What is required: Return exactly those lines of the material below that fall between the line holding "filename tests/machine/test_meanings.py" and the line holding "assert not [signal", inclusive.

Records to use:
——
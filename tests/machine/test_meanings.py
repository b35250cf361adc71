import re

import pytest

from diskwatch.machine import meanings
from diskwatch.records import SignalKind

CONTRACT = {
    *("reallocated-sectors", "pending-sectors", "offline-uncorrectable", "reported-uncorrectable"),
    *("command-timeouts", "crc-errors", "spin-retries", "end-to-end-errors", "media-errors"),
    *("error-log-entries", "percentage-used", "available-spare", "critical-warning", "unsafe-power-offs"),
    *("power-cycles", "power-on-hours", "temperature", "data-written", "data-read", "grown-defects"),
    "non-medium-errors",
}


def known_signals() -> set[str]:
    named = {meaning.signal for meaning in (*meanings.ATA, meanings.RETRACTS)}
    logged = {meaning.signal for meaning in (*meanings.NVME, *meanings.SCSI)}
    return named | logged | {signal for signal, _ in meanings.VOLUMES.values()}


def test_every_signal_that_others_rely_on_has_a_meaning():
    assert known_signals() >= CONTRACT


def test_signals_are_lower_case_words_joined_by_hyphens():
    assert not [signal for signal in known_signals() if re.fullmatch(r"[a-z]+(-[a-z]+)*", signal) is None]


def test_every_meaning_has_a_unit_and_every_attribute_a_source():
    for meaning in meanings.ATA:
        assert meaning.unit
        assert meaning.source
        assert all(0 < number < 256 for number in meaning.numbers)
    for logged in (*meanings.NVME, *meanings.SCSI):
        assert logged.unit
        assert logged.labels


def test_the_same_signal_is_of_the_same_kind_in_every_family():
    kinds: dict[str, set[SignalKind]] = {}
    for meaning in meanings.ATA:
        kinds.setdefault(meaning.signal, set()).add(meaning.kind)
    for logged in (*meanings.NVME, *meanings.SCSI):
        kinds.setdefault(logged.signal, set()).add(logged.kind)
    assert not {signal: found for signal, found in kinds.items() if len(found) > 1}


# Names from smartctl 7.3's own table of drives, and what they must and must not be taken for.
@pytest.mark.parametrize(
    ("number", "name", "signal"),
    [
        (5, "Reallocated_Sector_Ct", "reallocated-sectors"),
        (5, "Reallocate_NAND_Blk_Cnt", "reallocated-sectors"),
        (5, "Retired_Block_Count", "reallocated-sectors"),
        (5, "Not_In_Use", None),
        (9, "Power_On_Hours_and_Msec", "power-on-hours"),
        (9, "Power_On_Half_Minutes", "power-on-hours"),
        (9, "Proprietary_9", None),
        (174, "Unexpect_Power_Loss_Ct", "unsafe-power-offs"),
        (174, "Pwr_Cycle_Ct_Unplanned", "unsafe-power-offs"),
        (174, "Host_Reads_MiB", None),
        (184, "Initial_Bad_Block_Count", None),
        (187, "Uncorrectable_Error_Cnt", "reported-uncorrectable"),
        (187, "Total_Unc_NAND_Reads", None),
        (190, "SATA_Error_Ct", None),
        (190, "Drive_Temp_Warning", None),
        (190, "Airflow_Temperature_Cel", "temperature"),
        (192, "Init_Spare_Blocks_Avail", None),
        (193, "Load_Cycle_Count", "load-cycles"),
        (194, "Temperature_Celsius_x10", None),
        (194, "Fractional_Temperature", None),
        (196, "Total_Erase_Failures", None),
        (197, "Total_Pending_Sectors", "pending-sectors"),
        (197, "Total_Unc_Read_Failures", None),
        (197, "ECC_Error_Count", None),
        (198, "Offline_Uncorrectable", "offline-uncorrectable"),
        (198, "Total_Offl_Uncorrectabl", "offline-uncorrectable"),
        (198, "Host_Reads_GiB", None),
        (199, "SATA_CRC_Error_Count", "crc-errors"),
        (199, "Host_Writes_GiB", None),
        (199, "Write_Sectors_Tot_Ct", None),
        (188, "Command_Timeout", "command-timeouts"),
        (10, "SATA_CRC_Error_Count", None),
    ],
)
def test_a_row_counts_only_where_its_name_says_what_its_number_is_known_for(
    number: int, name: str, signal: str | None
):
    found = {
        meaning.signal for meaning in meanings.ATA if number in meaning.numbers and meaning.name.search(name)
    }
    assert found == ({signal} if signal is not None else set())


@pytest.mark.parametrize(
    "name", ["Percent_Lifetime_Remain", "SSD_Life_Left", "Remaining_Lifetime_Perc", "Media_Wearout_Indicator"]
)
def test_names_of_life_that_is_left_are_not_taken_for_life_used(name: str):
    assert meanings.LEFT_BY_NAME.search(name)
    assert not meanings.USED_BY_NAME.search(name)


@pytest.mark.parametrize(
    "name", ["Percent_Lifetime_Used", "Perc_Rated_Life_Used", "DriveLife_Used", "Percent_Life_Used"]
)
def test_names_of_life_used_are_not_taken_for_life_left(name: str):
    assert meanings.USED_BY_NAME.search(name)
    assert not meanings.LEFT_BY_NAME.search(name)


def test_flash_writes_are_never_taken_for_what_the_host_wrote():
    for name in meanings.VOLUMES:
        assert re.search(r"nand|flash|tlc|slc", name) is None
——
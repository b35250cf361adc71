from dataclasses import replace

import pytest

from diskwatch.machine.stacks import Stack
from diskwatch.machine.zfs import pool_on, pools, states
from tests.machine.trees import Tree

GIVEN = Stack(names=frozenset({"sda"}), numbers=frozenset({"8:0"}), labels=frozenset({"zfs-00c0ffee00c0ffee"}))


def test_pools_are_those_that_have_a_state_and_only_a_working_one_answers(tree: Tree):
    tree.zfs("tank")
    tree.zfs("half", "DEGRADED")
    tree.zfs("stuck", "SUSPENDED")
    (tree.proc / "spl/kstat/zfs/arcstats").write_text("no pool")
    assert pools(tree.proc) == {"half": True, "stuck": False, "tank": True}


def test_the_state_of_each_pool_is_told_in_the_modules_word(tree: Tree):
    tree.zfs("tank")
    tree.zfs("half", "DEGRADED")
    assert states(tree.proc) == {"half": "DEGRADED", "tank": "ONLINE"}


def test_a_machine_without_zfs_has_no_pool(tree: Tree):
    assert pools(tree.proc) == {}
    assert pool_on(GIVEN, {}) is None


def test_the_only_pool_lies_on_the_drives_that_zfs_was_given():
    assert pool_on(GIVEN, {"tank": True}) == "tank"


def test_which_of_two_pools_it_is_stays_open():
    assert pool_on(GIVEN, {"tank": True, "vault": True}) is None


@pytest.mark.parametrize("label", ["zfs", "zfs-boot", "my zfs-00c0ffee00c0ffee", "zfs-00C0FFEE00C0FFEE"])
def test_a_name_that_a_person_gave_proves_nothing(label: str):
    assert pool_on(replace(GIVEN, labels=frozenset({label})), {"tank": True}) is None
——
Response to the task:
filename tests/machine/test_meanings.py
repository b35250cf361adc71
import re

import pytest

from diskwatch.machine import meanings
from diskwatch.records import SignalKind

CONTRACT = {
    *("reallocated-sectors", "pending-sectors", "offline-uncorrectable", "reported-uncorrectable"),
    *("command-timeouts", "crc-errors", "spin-retries", "end-to-end-errors", "media-errors"),
    *("error-log-entries", "percentage-used", "available-spare", "critical-warning", "unsafe-power-offs"),
    *("power-cycles", "power-on-hours", "temperature", "data-written", "data-read", "grown-defects"),
    "non-medium-errors",
}


def known_signals() -> set[str]:
    named = {meaning.signal for meaning in (*meanings.ATA, meanings.RETRACTS)}
    logged = {meaning.signal for meaning in (*meanings.NVME, *meanings.SCSI)}
    return named | logged | {signal for signal, _ in meanings.VOLUMES.values()}


def test_every_signal_that_others_rely_on_has_a_meaning():
    assert known_signals() >= CONTRACT


def test_signals_are_lower_case_words_joined_by_hyphens():
    assert not [signal for signal in known_signals() if re.fullmatch(r"[a-z]+(-[a-z]+)*", signal) is None]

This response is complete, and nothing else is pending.